# Trovoada em Montemor-o-Novo 09/12/2010



## vagas (9 Dez 2010 às 20:20)

Boas tirei algumas fotos da Trovoada que passou perto daqui, desde já a minha desculpa pela qualidade mas ainda sou novato no mundo da fotografia e sem tripé torna.se muito difícil mesmo

















































Espero que gostem


----------



## Gil_Algarvio (9 Dez 2010 às 20:24)

Boas fotos!! Parabens!!!

Deixo aqui também o meu video de ainda a pouco gravado a partir do Alto de São Bento!!


----------



## Gil_Algarvio (9 Dez 2010 às 20:31)

E mais umas fotos!!


----------



## ecobcg (9 Dez 2010 às 20:38)

vagas disse:


> Boas tirei algumas fotos da Trovoada que passou perto daqui, desde já a minha desculpa pela qualidade mas ainda sou novato no mundo da fotografia e sem tripé torna.se muito difícil mesmo



Muito boas as fotos!!
E o céu estava um espectáculo, iluminado pelos relâmpagos!


----------



## ecobcg (9 Dez 2010 às 20:39)

Gil_Algarvio disse:


> E mais umas fotos!!


----------



## Lousano (9 Dez 2010 às 21:14)

Para novato está um material muito bom.

Parabéns!


----------



## Chasing Thunder (9 Dez 2010 às 21:58)

Fotos maravilhosas


----------



## Vince (9 Dez 2010 às 22:43)

vagas disse:


> Boas tirei algumas fotos da Trovoada que passou perto daqui, desde já a minha desculpa pela qualidade mas ainda sou novato no mundo da fotografia e sem tripé torna.se muito difícil mesmo
> 
> 
> 
> ...




Muito boas, esta fotografia é bastante invulgar, nunca tinha visto raios naquilo que parece ser uma roll cloud (pelo menos parece-me) que é formada pelo ar frio da chuva que desce na corrente descendente avançando depois esse ar frio na horizontal podendo criar essas nuvens rolo (ou também as shelf cloud), mas por norma já está um pouco afastada da zona onde há raios e chuva e a mais baixa altitude, provavelmente formou-se logo muito próximo da corrente descendente e ainda bastante alta dada a temperatura e humidade relativamente elevada que havia próximo da superfície.


----------



## numian (9 Dez 2010 às 22:45)

A 7ª foto está brutal!

Obrigado pelas fotos 

(Sou de Montemor mas vivo em Oeiras e chateia-me as trovoadas raramente darem um pulinho aqui)


----------



## iceworld (9 Dez 2010 às 22:47)

Excelentes registos


----------



## Teles (9 Dez 2010 às 23:07)

Um verdadeiro e maravilhoso registo e como eu digo, com um pouco de esforço também se faz um bom trabalho no nosso País e não são só as dos fóruns estrangeiros que são sempre as melhores, nos últimos dias temos tido bons e excelentes relatos fotográficos ,uma prova de quando queremos também sabemos mostrar o nosso melhor  parabéns


----------



## trepkos (9 Dez 2010 às 23:21)

Excelentes fotos! Já estás a apanhar o jeito à coisa. 

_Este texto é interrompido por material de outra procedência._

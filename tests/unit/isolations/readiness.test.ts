// What counts as an isolation and where it stands against the work (shared/isolations/readiness.ts).
import { describe, expect, it } from 'vitest';
import { coverSides, isIsolatingKind, noDeadEnds, planGaps, sidesClosedBy } from '@shared/isolations/readiness';
import { convertPressure, KPA_PER_PSI, toKpa } from '@shared/calc/pressure';

const range = { from: 17.299, to: 17.301 };

describe('isolating devices and the sides of the work', () => {
  // OSHA 29 CFR 1910.147(b): a line valve, a blind, a block and a circuit breaker isolate; a vent does not.
  it('finding J1: when the kinds are sorted, then valves, blinds, line stops and isolators isolate and vents, drains and mud plugs do not', () => {
    expect(['block_valve', 'blind', 'line_stop', 'isolator'].every(isIsolatingKind)).toBe(true);
    expect(['vent', 'drain', 'plug'].some(isIsolatingKind)).toBe(false);
  });

  it('finding J1: when a device sits at the ends of the work range, then it closes that side; inside the range it closes neither', () => {
    expect(sidesClosedBy(14.9, range)).toEqual(['upstream']);
    expect(sidesClosedBy(17.299, range)).toEqual(['upstream']);
    expect(sidesClosedBy(19.7, range)).toEqual(['downstream']);
    expect(sidesClosedBy(17.3, range)).toEqual([]);
    // Work on the valve itself: the valve's position is both ends of the range.
    expect(sidesClosedBy(14.9, { from: 14.9, to: 14.9 })).toEqual(['upstream', 'downstream']);
  });

  it('finding J1: when the plan has an isolator and mud plugs only, then no side of the line is closed (an isolator stops a pump, not the product in the line)', () => {
    const steps = [
      { kind: 'isolator', position: 0, verified: true },
      { kind: 'plug', position: 17.299, verified: true },
      { kind: 'plug', position: 17.301, verified: true },
    ];
    const sides = coverSides(steps, range, noDeadEnds);
    expect(sides.map((s) => s.planned)).toEqual([0, 0]);
    const gaps = planGaps(1, sides);
    expect(gaps).toHaveLength(2);
    expect(gaps[0]).toMatch(/^No isolating device upstream of the work/);
    expect(gaps[1]).toMatch(/^No isolating device downstream of the work/);
  });

  it('finding J1: when one side is declared a dead end, then only the open side needs a device', () => {
    const sides = coverSides([{ kind: 'block_valve', position: 14.9, verified: false }], range, { upstream: null, downstream: 'Branch cut and capped at MP 17.4.' });
    expect(planGaps(1, sides)).toEqual([]);
    expect(sides).toEqual([
      { side: 'upstream', deadEnd: null, planned: 1, verified: 0 },
      { side: 'downstream', deadEnd: 'Branch cut and capped at MP 17.4.', planned: 0, verified: 0 },
    ]);
  });
});

describe('gauge pressures', () => {
  // 1 psi = 0.45359237 kg × 9.80665 m/s² ÷ (0.0254 m)² (exact definitions); 1 bar = 100 kPa.
  it('when a reading is converted, then psi, kPa and bar agree to the defined factors', () => {
    expect(KPA_PER_PSI).toBeCloseTo(6.894757293168, 12);
    expect(toKpa(1, 'bar')).toBe(100);
    expect(convertPressure(14.503773773, 'psig', 'bar')).toBeCloseTo(1, 9);
    expect(convertPressure(0, 'kPa', 'psig')).toBe(0);
  });
});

Foi uma bela trovoada, pena ter passado a oeste.

Pena que alguns estivessem a trabalhar.


----------



## vagas (9 Dez 2010 às 23:34)

Obrigado a todos pelo comentarios, é sempre bom ouvir comentarios como estes ajudam a melhorar, agora que venha a proxima para haver mais registos
Cumps


----------



## actioman (10 Dez 2010 às 00:12)

Realmente vagas estás de parabéns, e dizes tu que és novato nas fotos! 

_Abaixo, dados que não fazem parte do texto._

describe('issue 20 part 2: load while processes die and the standby stops', () => {
  it('when process 1 is killed and process 2 restarted under gas-test writes and reads, then every acknowledged write is stored once, nothing answers 500, and the screen misses no event', async () => {
    const from = '198.51.100.10';
    const tech = await signIn(backendUrl(0), TECH, from);
    const reader = await signIn(backendUrl(1), AUTHORISER, from);
    const watcher = await signIn(backendUrl(2), AUTHORISER, from);
    const { seq: startSeq } = await one<{ seq: number }>(`SELECT coalesce(max(seq), 0)::int AS seq FROM audit_events WHERE permit_id = $1`, [permitId]);
    const { n: before } = await one<{ n: number }>(`SELECT count(*)::int AS n FROM gas_tests WHERE permit_id = $1`, [permitId]);
    const stream = openStream(() => clusterState().url, watcher, permitId);
    await stream.ready();

    const url = clusterState().url;
    const statuses = new Map<number, number>();
    const count = (status: number) => statuses.set(status, (statuses.get(status) ?? 0) + 1);
    const acknowledged = new Map<string, string>();
    const keys = new Set<string>();
    const refused: string[] = [];
    const until = Date.now() + 20_000;
    const writer = async () => {
      while (Date.now() < until) {
        const key = randomUUID();
        const testedAt = new Date().toISOString();
        keys.add(key);
        // The same key again until an answer comes: a request cut by a dying process is retried safely.
        for (let attempt = 0; attempt < 50; attempt++) {
          const res = await gasTest(tech, url, key, from, testedAt).catch(() => null);
          if (!res) continue;
          count(res.status);
          if (res.status === 201 || res.status === 200) {
            acknowledged.set(key, ((await res.json()) as { test: { id: string } }).test.id);
            break;
          }
          refused.push(`${res.status} ${(await res.text()).slice(0, 200)}`);
          await sleep(100);
        }
      }
    };
    const readPaths = ['/api/board', '/api/permits?page=1&pageSize=20', '/api/audit/events?page=1&pageSize=20'];
    const readerLoop = async (n: number) => {
      for (let i = n; Date.now() < until; i++) {
        const res = await reader.send(url, 'GET', readPaths[i % readPaths.length], undefined, { 'x-forwarded-for': from }).catch(() => null);
        if (!res) continue;
        count(res.status);
        await res.arrayBuffer();
      }
    };
    const chaos = async () => {
      await sleep(5_000);
      process.kill(clusterState().backends[0].pid, 'SIGKILL');
      await sleep(5_000);
      process.kill(clusterState().backends[1].pid, 'SIGTERM');
    };
    await Promise.all([...Array.from({ length: WRITERS }, writer), readerLoop(0), readerLoop(1), readerLoop(2), readerLoop(3), readerLoop(4), readerLoop(5), chaos()]);
    // Each gas test is in the database once, and every key is answered in the end: a key's answer commits
    // with its write, and a key whose request died with its process is free as soon as PostgreSQL ends that
    // process's transaction, so its retry replays the committed answer or writes the gas test once.
    const unanswered = keys.size - acknowledged.size;
    expect(unanswered, refused.join('\n')).toBe(0);
    const ids = [...acknowledged.values()];
    expect(new Set(ids).size).toBe(ids.length);
    const { n: after } = await one<{ n: number }>(`SELECT count(*)::int AS n FROM gas_tests WHERE permit_id = $1`, [permitId]);
    expect(after - before).toBe(ids.length);
    const { n: found } = await one<{ n: number }>(`SELECT count(*)::int AS n FROM gas_tests WHERE id = ANY($1::uuid[])`, [ids]);
    expect(found).toBe(ids.length);
    expect(statuses.get(500) ?? 0, JSON.stringify([...statuses])).toBe(0);
    expect([...statuses.keys()].filter((s) => s >= 500 && s !== 502 && s !== 503), JSON.stringify([...statuses])).toEqual([]);
    // The screen: every event of the permit since it opened, none twice, across its reconnections.
    await sleep(1_500);
    stream.close();
    const { rows } = await db.query<{ seq: number }>(`SELECT seq::int AS seq FROM audit_events WHERE permit_id = $1 AND seq > $2 ORDER BY seq`, [permitId, startSeq]);
    const heard = stream.events.filter((e) => e.event === 'change').map((e) => e.id);
    expect(heard).toEqual(rows.map((r) => r.seq));
    expect(stream.connections).toBeGreaterThan(1);
    console.log(`[load] ${keys.size} gas-test keys, ${acknowledged.size} acknowledged, ${unanswered} never answered; answers ${JSON.stringify(Object.fromEntries(statuses))}; the screen connected ${stream.connections} times and heard ${heard.length} events`);
  }, 90_000);

  it('when the standby is stopped and started under reads, then the reads go to the primary and none fails', async () => {
    const from = '198.51.100.11';
    const url = clusterState().url;
    // Wait until every process is back and ready after the previous test (which killed and restarted some),
    // then sign in: before, the sign-in through process 1 could meet it still starting.
    for (const deadline = Date.now() + 30_000; Date.now() < deadline; await sleep(200)) {
      const ok = await Promise.all([0, 1, 2].map((i) => fetch(`${backendUrl(i)}/api/health/ready`).then((r) => r.ok, () => false)));
      if (ok.every(Boolean)) break;
    }
    const reader = await signIn(backendUrl(0), AUTHORISER, from);
    const { standbyRoot, ports } = clusterState();
    const standby = startCluster({ root: standbyRoot, port: ports.standby });
    const statuses = new Map<number, number>();
    const until = Date.now() + 12_000;
    const paths = ['/api/board', '/api/permits?page=1&pageSize=20', '/api/audit/events?page=1&pageSize=20'];
    const loop = async (n: number) => {
      for (let i = n; Date.now() < until; i++) {
        const res = await reader.send(url, 'GET', paths[i % paths.length], undefined, { 'x-forwarded-for': from });
        statuses.set(res.status, (statuses.get(res.status) ?? 0) + 1);
        await res.arrayBuffer();
      }
    };
    let downSeen = '';
    const chaos = async () => {
      await sleep(2_000);
      await standby.stopServer('fast');
      await sleep(1_500);
      downSeen = ((await (await fetch(`${backendUrl(0)}/api/health/ready`)).json()) as { replica: { state: string } }).replica.state;
      await sleep(2_500);
      await standby.startServer();
    };
    await Promise.all([loop(0), loop(1), loop(2), loop(3), chaos()]);
    expect([...statuses.keys()], JSON.stringify([...statuses])).toEqual([200]);
    expect(downSeen).toBe('down');
    let state = '';
    for (const deadline = Date.now() + 10_000; Date.now() < deadline && state !== 'up'; await sleep(200))
      state = ((await (await fetch(`${backendUrl(0)}/api/health/ready`)).json()) as { replica: { state: string } }).replica.state;
    expect(state).toBe('up');
  }, 60_000);
});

A fotografia que mais me chamou a atenção é precisamente a que o Vince destacou. Está muito "fotogénica" 
Já nas fotografias da mesma trovoada do Miguel, também aparecem por lá ese mesmo tipo de nuvens! Muito bonitas por sinal!

Essa nuvem e o raio são um grande momento e ficou, graças a ti, plasmado nesta belíssima fotografia. Uma verdadeira obra de arte!

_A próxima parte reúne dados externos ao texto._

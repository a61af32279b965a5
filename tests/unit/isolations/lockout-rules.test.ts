import { describe, expect, it } from 'vitest';
import { appliedAfter, carriesDevice, earlierNotApplied, mayHandOver, removalNeedsException } from '@shared/isolations/lockout-rules';
import type { StepStatus } from '@shared/types/isolations';
import { applyFormSchema, toApplyInput } from '@client/features/isolations/lib/step-forms';

const step = (id: string, seq: number, status: StepStatus, appliedSeq: number | null = null) => ({ id, seq, status, appliedSeq });

describe('the lockout rules the screens and the server share', () => {
  it('finding I-3 (HSE HSG253): when steps went on in the order valve, plug, vent, then they come off vent, plug, valve, whatever times were typed', () => {
    const valve = step('valve', 1, 'verified', 1);
    const vent = step('vent', 2, 'applied', 3);
    const plug = step('plug', 3, 'verified', 2);
    const drain = step('drain', 4, 'removed', 4);
    const steps = [valve, vent, plug, drain];
    expect(appliedAfter(valve, steps).map((s) => s.id)).toEqual(['vent', 'plug']);
    expect(appliedAfter(plug, steps).map((s) => s.id)).toEqual(['vent']);
    expect(appliedAfter(vent, steps)).toEqual([]);
    expect(appliedAfter(step('planned', 5, 'planned'), steps)).toEqual([]);
  });

  it('finding I-4 (HSE HSG253): when an earlier step of the plan is not on yet, then applying a later one is out of order, naming the earlier ones in plan order', () => {
    const steps = [step('b', 2, 'planned'), step('a', 1, 'planned'), step('c', 3, 'planned'), step('d', 4, 'applied', 1)];
    expect(earlierNotApplied(steps[2], steps).map((s) => s.id)).toEqual(['a', 'b']);
    expect(earlierNotApplied(steps[1], steps)).toEqual([]);
  });

  it('finding I-1 (OSHA 29 CFR 1910.147(e)(3)): when a step carries a lock or a tag, then only its applier takes it off without the exception; a step without either is not personal', () => {
    const locked = { lockId: 'l', tagId: null, heldBy: 'ana' };
    expect(carriesDevice(locked)).toBe(true);
    expect(removalNeedsException(locked, 'ana')).toBe(false);
    expect(removalNeedsException(locked, 'sam')).toBe(true);
    expect(removalNeedsException({ lockId: null, tagId: 't', heldBy: 'ana' }, 'sam')).toBe(true);
    expect(removalNeedsException({ lockId: null, tagId: null, heldBy: 'ana' }, 'sam')).toBe(false);
  });

  it('issue 16 shift change (OSHA 29 CFR 1910.147(f)(4)): when a lock was handed over, then its holder takes it off without the exception and only the holder may hand it over again', () => {
    const handedOver = { lockId: 'l2', tagId: null, heldBy: 'sam', status: 'verified' as const };
    expect(removalNeedsException(handedOver, 'sam')).toBe(false);
    expect(removalNeedsException(handedOver, 'ana')).toBe(true);
    expect(mayHandOver(handedOver, 'sam')).toBe(true);
    expect(mayHandOver(handedOver, 'ana')).toBe(false);
    expect(mayHandOver({ ...handedOver, status: 'removed' }, 'sam')).toBe(false);
    expect(mayHandOver({ ...handedOver, lockId: null }, 'sam')).toBe(false);
  });

  it('finding I-4: when the apply form is out of the plan\'s order, then it asks for the reason and sends it; in order it asks nothing', () => {
    const typed = { lockId: '', tagId: '', appliedAt: '2026-12-02T07:00' };
    const missing = applyFormSchema('vent', true).safeParse(typed);
    expect(missing.error!.issues.map((i) => i.path.join('.'))).toEqual(['outOfOrderReason']);
    expect(applyFormSchema('vent').safeParse(typed).success).toBe(true);
    const v = { ...typed, outOfOrderReason: ' Bleed the trapped pressure first. ' };
    expect(toApplyInput('vent', v, '2026-12-02T07:00:00-06:00')).toEqual({ appliedAt: '2026-12-02T07:00:00-06:00', outOfOrderReason: 'Bleed the trapped pressure first.' });
  });
});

Parabéns e obrigado por nos mostrares as tuas fotos! 

PS- Estive a ver e usas-te uma boa máquina uma Nikon D60 ! O que mais me impressionou é que tu utilizas o sistema do disparo por tentativa, ou seja as tuas fotos têm, no máximo, apenas duração de 1 segundo de exposição! Compensaste utilizando uma ISO 800. Tem algumas vantagens, mas dá muito trabalho e é preciso ter também uma boa dose de paciência, sorte e pulso firme. Falta agora é um tripé de jeito e podes começar a experimentar exposições mais prolongadas, vais ver que apanhas muito mais raios!


----------



## Kraliv (10 Dez 2010 às 10:43)

Boas,


Pra novato 


Muito bons registos sim senhor, parabéns!


----------



## Microburst (10 Dez 2010 às 10:53)

Para novato? Também quero ser um novato assim com essa capacidade. Parabéns, estão muito boas.


----------



## Mário Barros (10 Dez 2010 às 12:33)

Muito boas fotos.


----------



## MSantos (10 Dez 2010 às 17:40)

Belas fotos


----------



## stormy (10 Dez 2010 às 20:49)

Muito boas...destaco a falta de ruido, dado que as fotos foram tiradas sem tripé!


----------



## Pixie (19 Jan 2011 às 16:44)

Estão lindas, as fotos.. parabéns!


----------